Driving the day, Part 2: On Wednesday, the Justice Department asked that the Supreme Court –  SCOTUS for short (don’t you love acronyms) – rules on “ObamaCare” ASAP. In other words, look for a ruling in early 2012, which, as all of the networks have hammered home, comes smack in the middle of the campaign. Health care affects jobs, and with small businesses hurting, the consensus is that ObamaCare will add to the pain. Jobs in turn affect the economy, and well, folks, 99.9 percent of the time that is exactly what an election hinges on. So yes, this is a “big f****** deal” (quoting our friend Joe Biden) for the president.

They Said It: “We’ve had close to 10% unemployment now for a number of years, and of the people who are unemployed, about 45% have been unemployed for six months or more. This is unheard of,” said Fed Chairman Ben Bernanke in Cleveland yesterday, calling the unemployment levels a “national crisis.”

By the Numbers: 1.3%, as in the level of GDP growth in the second quarter of this year, up from a previous estimate of one percent growth.


> Federal mortgage-aid program to shut its doors with $500 million unspent…(New York Times)

>Web searches cut unemployment duration by 25%…(Wall Street Journal)

>Bloomberg consumer confidence index at second-lowest record ever…(Bloomberg)

>SEQRA, environmental laws hurt New York businesses, developers…(Westchester County Business Journal)

Sports Blink: Last night, the Boston Red Sox completed the biggest regular-season collapse in MLB history for team in playoff contention. The Sox led the AL Wild Card race by 9 games on Sept. 3, but from there they went 7-20 in the month of September. They now have several months to work on their golf games and their excuses between now and spring training.
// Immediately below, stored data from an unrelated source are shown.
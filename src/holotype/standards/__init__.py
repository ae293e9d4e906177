"""One module per open standard holotype writes: requirements lines (PEP 508/440) and pylock.toml (PEP 751)."""
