"""requirements.txt lines (PEP 508 direct references, PEP 440 exact pins) for the locked packages."""

from __future__ import annotations

import os
from pathlib import Path

from holotype import __version__
from holotype.records import LockContents, PackageRecord


def is_relative(url: str) -> bool:
    """Whether a lock URL is a path relative to the project (`.`, `./x`, `../x`)."""
    return url == "." or url.startswith(("./", "../"))


def local_url(url: str, root: Path | None = None) -> str:
    """A lock URL as a URL of this machine: a project-relative path resolved against `root` (the project),
    the lock's `file://~/` shorthand expanded; other URLs unchanged."""
    if is_relative(url):
        return (Path(root or ".") / url).resolve().as_uri()
    if url.startswith("file://~/"):
        return "file://" + os.path.expanduser("~/") + url[len("file://~/"):]
    return url


def local_folder(url: str, root: Path | None = None) -> Path:
    """The folder of a local directory or editable install on this machine."""
    from urllib.parse import unquote, urlsplit

    return Path(unquote(urlsplit(local_url(url, root)).path))


def requirement_line(pkg: PackageRecord, root: Path | None = None) -> str:
    """One pinned requirement (PEP 508 / PEP 440 exact pin, or a direct reference for non-index origins)."""
    o = pkg.origin
    if o.kind == "vcs" and o.url and o.commit:
        sub = f"#subdirectory={o.subdirectory}" if o.subdirectory else ""
        return f"{pkg.name} @ {o.vcs}+{local_url(o.url, root)}@{o.commit}{sub}"
    if o.kind == "archive" and o.url:
        frag = f"#{o.archive_hash}" if o.archive_hash and "#" not in o.url else ""
        return f"{pkg.name} @ {local_url(o.url, root)}{frag}"
    if o.kind in ("directory", "editable") and o.url:
        return f"{pkg.name} @ {local_url(o.url, root)}"
    return f"{pkg.name}=={pkg.version}"


def export_requirements(lock: LockContents, root: Path | None = None) -> str:
    lines = [f"# Exact pins exported by holotype {__version__} from holotype.lock (recorded {lock.recorded}),",
             f"# Python {lock.interpreter.version} on {lock.platform.system} {lock.platform.machine}."]
    lines += [requirement_line(lock.packages[name], root) for name in sorted(lock.packages)]
    return "\n".join(lines) + "\n"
Bernanke masters art of fueling speculation while revealing absolutely nothing

“The Federal Reserve has a range of tools that could be used to provide additional monetary stimulus.”

Fed Chairman Ben Bernanke spoke. Markets, apparently, were listening. As of 12:15 pm, both the Dow and the S&P 500 were up at least 1.39% on the day after opening in the red.

In more “upbeat” news (please note the muted sarcasm here), Bernanke urged that while the recovery “may take some time,” the U.S. economy can “reasonably expect” to see a return to economic growth rates and employment levels that were last seen prior to 2007.

Now, my apologies, but it is time to come back down to Earth.

Consumer confidence for August in the U.S. fell to a 55.7 mark in the Thomson Reuters/University of Michigan monthly index, down from a 63.7 mark in July.

Also announced this morning, the U.S. economy only grew at a 1% rate in the second quarter of 2011, down from initial estimates that put GDP growth at 1.3%. In a recap, the economy grew at a 0.4% rate in the first quarter, and a 1% rate in the second quarter. That, folks, means that the U.S. economy averaged below 1% growth in the first half of this year.